Initially this post was gonna describe my living situation and daily routine, but now I feel like making a small list of the little things I’ve noticed in China that it never even occurred to me that I’d miss. EDIT: changed name for consistency

  • Love me some 2009 peanut butter

    Click on this picture to see the larger image, then look at the expiration dates.

    Food that isn’t expired. I can’t stress how frustrating this is. Granted, this wasn’t surprising on a lot of sketchy street vendors that hang around campus, but I was completely blindsided by the lack of ‘fresh’ food in grocery stores and convenience stores. In my vast, three-whole-day experience here, I’ve come to accept that any ‘western’ product at all, even if it’s Chinese Fanta, expired about two months ago. This is true whether you’re buying it on the street, at a 7-11, or even in the closest thing they have to an H.E.B.   ***EDIT*** according to Albert and Will, both legitimate Asians, this may well just be the manufacture date. If this is true, that’d be great.

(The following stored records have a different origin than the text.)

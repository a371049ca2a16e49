import type { Plan } from "../plan/index.ts";
import { list, plural } from "../words/index.ts";
import { contentOf, isWhole } from "./compression.ts";
import { count, type Engine, type Row } from "./engine.ts";
import { fingerprint, type LogFile, states } from "./files.ts";
import { FATE, type Layout } from "./layout.ts";
import { reasonText } from "./ledger.ts";
import type { OpenLog } from "./open.ts";
import { delimiterOf } from "./records.ts";
import { rewritten } from "./rewrite.ts";
import type { FileGroup } from "./source.ts";
import {
  brokenQuotes,
  type Dialect,
  forgetRows,
  linesWithSurplus,
  REASON,
  rows,
  rowsByReason,
  sql,
  unreadableRows,
} from "./sql/index.ts";
import { surplusFinder } from "./surplus.ts";
import { firstLine, notWhole, UnusableLog } from "./unusable.ts";
import type { Step } from "./zone.ts";

/** What is known of a file from its bytes. */
export interface Fingerprint {
  readonly bytes: number;
  readonly sha256: string;
  /** Whether it has rows with empty cells more than the header; null where its text was not looked at. */
  readonly surplus: boolean | null;
}

/** Of every file, one after the other; a compressed file that ends early stops the run. */
export function inputFingerprints(log: OpenLog): Promise<Fingerprint>[] {
  let before: Promise<unknown> = Promise.resolve();
  return log.files.map((file, index) => {
    const own = before.then(() => fingerprintOf(log, file, index));
    // A failure is met where it is awaited; until then it must not count as unhandled.
    own.catch(() => undefined);
    before = own;
    return own;
  });
}

async function fingerprintOf(log: OpenLog, { name, path, format }: LogFile, index: number): Promise<Fingerprint> {
  const group = log.groups.find(({ files }) => files.some((member) => member.index === index));
  const finder =
    group !== undefined && (format === "csv" || format === "tsv")
      ? surplusFinder(delimiterOf(format), group.columns.length)
      : null;
  const whole = await isWhole(path, finder?.add);
  if (whole === false) throw await notWhole(name, path);
  const print = await fingerprint(path, whole === null ? finder?.add : undefined);
  const isSeen = whole === null || /\.gz$/i.test(path);
  return { ...print, surplus: finder === null ? false : isSeen ? finder.end() : null };
}

/** Reads every group into `rows`; gives the groups as they were read in the end. */
export async function readRows(
  plan: Plan,
  layout: Layout,
  log: OpenLog,
  zone: readonly Step<bigint>[],
  workFolder: string,
  engine: Engine,
  dialect: Dialect,
  prints: readonly Promise<Fingerprint>[],
  signal: AbortSignal | undefined,
): Promise<FileGroup[]> {
  const groups: FileGroup[] = [];
  const read = async (group: FileGroup, into: "create" | "insert") => {
    await engine.run(rows(plan, layout, group, into, zone, dialect));
    if (group.format !== "parquet") await engine.run(unreadableRows(group));
  };
  for (const [i, group] of log.groups.entries()) {
    try {
      groups.push(await readGroup(group, i === 0 ? "create" : "insert", read, prints, workFolder, engine));
      await dropRejects(engine);
    } catch (cause) {
      signal?.throwIfAborted();
      if (cause instanceof UnusableLog) throw cause;
      const names = group.files.map((file) => log.files[file.index]?.name ?? "").join(", ");
      const told = group.files.reduce(
        (text, file) => text.replaceAll(file.path, log.files[file.index]?.name ?? ""),
        firstLine(cause, workFolder, ""),
      );
      throw new UnusableLog(`The engine could not read ${names}: ${told}`, { cause });
    }
  }
  return groups;
}

/**
 * One group, or a copy of it in one form where the engine's reader refuses its files or cannot be trusted with them: behind
 * a cell whose quote closes in its middle it may take two records for one, or cut the next one elsewhere; and it lets rows
 * pass that have empty cells more than the header.
 */
async function readGroup(
  group: FileGroup,
  into: "create" | "insert",
  read: (group: FileGroup, into: "create" | "insert") => Promise<void>,
  prints: readonly Promise<Fingerprint>[],
  workFolder: string,
  engine: Engine,
): Promise<FileGroup> {
  const isText = group.format === "csv" || group.format === "tsv";
  let next = into;
  try {
    await read(group, into);
    if (!isText || !((await hasBrokenQuotes(engine)) || (await hasSurplus(group, prints, engine)))) return group;
    await engine.run(forgetRows(group));
    next = "insert";
  } catch (cause) {
    if (!isText || !isRefusal(cause)) throw cause;
  }
  await dropRejects(engine);
  const copy = await rewritten(group, workFolder);
  await read(copy, next);
  return copy;
}

const hasBrokenQuotes = async (engine: Engine) =>
  (await engine.query(brokenQuotes())).some((row) => count(row, "records") > 0);

/** Zstandard is unpacked by the engine first, which says whether any line may have it: it is quicker at that. */
async function hasSurplus(group: FileGroup, prints: readonly Promise<Fingerprint>[], engine: Engine): Promise<boolean> {
  const delimiter = delimiterOf(group.format);
  for (const { index, path } of group.files) {
    const surplus = (await prints[index])?.surplus ?? null;
    if (surplus === true) return true;
    if (surplus === false) continue;
    const [lines] = await engine.query(linesWithSurplus(delimiter, group.columns.length, path));
    if (lines === undefined || count(lines, "lines") === 0) continue;
    const finder = surplusFinder(delimiter, group.columns.length);
    for await (const piece of contentOf(path)) finder.add(piece);
    if (finder.end()) return true;
  }
  return false;
}

/** The reader gives up on a whole file that mixes line ends. */
const isRefusal = (cause: unknown) => cause instanceof Error && cause.message.includes("reached an invalid state");

async function dropRejects(engine: Engine): Promise<void> {
  await engine.run(sql`DROP TABLE IF EXISTS reject_errors`);
  await engine.run(sql`DROP TABLE IF EXISTS reject_scans`);
}

/** A file that was written to meanwhile: its rows and its fingerprint may be of two moments. */
export async function refuseChanged({ files, opened }: OpenLog): Promise<void> {
  const now = await states(files);
  const changed = files.find((_, i) => now[i] !== opened[i]);
  if (changed !== undefined)
    throw new UnusableLog(`${changed.name} was changed while it was read. Run this again when nothing writes to it.`);
}

/** A log of which no row can be used is refused. */
export async function refuseWithoutRows(log: OpenLog, layout: Layout, engine: Engine): Promise<void> {
  const isReadable =
    log.groups.length > 0 &&
    (await engine.query(sql`SELECT count(*) AS rows FROM rows WHERE fate <> ${FATE.rejected}`)).some(
      (row) => count(row, "rows") > 0,
    );
  if (!isReadable) {
    const rejected = log.groups.length === 0 ? [] : await engine.query(rowsByReason());
    throw new UnusableLog(rejected.length === 0 ? NO_ROWS : noneReadable(rejected, layout));
  }
}

const NO_ROWS = "The log has no rows: its files are empty or hold only a header. Look at the paths in the plan's log.";

/** All reasons, the commonest first, and how what it misses is written. */
function noneReadable(rejected: readonly Row[], layout: Layout): string {
  const reasons = rejected
    .map((row) => ({ reason: count(row, "reason"), rows: count(row, "rows") }))
    .sort((a, b) => b.rows - a.rows || a.reason - b.reason);
  const all = reasons.reduce((sum, { rows }) => sum + rows, 0);
  const told = reasons.map(({ reason, rows }) => `${reasonText(reason, layout)} (${plural(rows, "row", "rows")})`);
  return `None of the log's ${all} rows could be read: ${list(told)}. ${remedyFor(reasons[0]?.reason ?? 0)}`;
}

function remedyFor(reason: number): string {
  if (reason === REASON.notObject)
    return "Each line of such a file is one JSON object: no list around them, no object over several lines.";
  if (reason === REASON.noTime)
    return "A time is written as 2026-03-02T08:15:30, or as a whole number of seconds, milliseconds or microseconds since 1970. Look at the column that the plan names.";
  if (reason >= REASON.outOfRange) return "Numbers of up to 18 digits before the point are read.";
  if (reason >= REASON.notNumber)
    return "A number is written as 1234.5, without a unit or separators. Look at the column that the plan names.";
  return "Look at the columns that the plan names.";
}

  • Maybe it'll be good for my back, or something.Mattresses. You ever been so tired that you just want to come home and jump into bed? Here, that’ll get you a broken tailbone. We’ve got maybe a four-inch-thick mattress _protector_ between us and the comfy, comfy metal and wood.
  • Grocery bags. Hope you’re wearing cargo shorts.
  • Tap water/recycling bins. China’s a bit like Mexico in this respect. You have to bring bottled water everywhere, and just throw the bottles away. This is due to the presence of metals in the public water. Companies apparently use said water sometimes in their products, so consequently you’ll open a beer up only to discover that it tastes uncannily like rust. Happened to the girl next to me last night. Was kinda funny but also pretty scary, to be honest.
  • Toilet paper. Bring your own. You won’t find it in practically any restaurants or other stores in China. It’s only in some of the stalls in the dorms. You get used to carrying around some toilet paper in your pocket at all times, but it’s still pretty bizarre.
  • Way to go, international student dorm

    Fantastic.

    Toilets that don’t require you to squat. I thought I was done with this shit when I left Japan two summers ago. Imagine my surprise when I opened our bathroom stalls and was confronted by this:

I don’t mean to whine, though. Really, I’m having an excellent time, and most of this stuff just makes me laugh. Just gotta get used to it.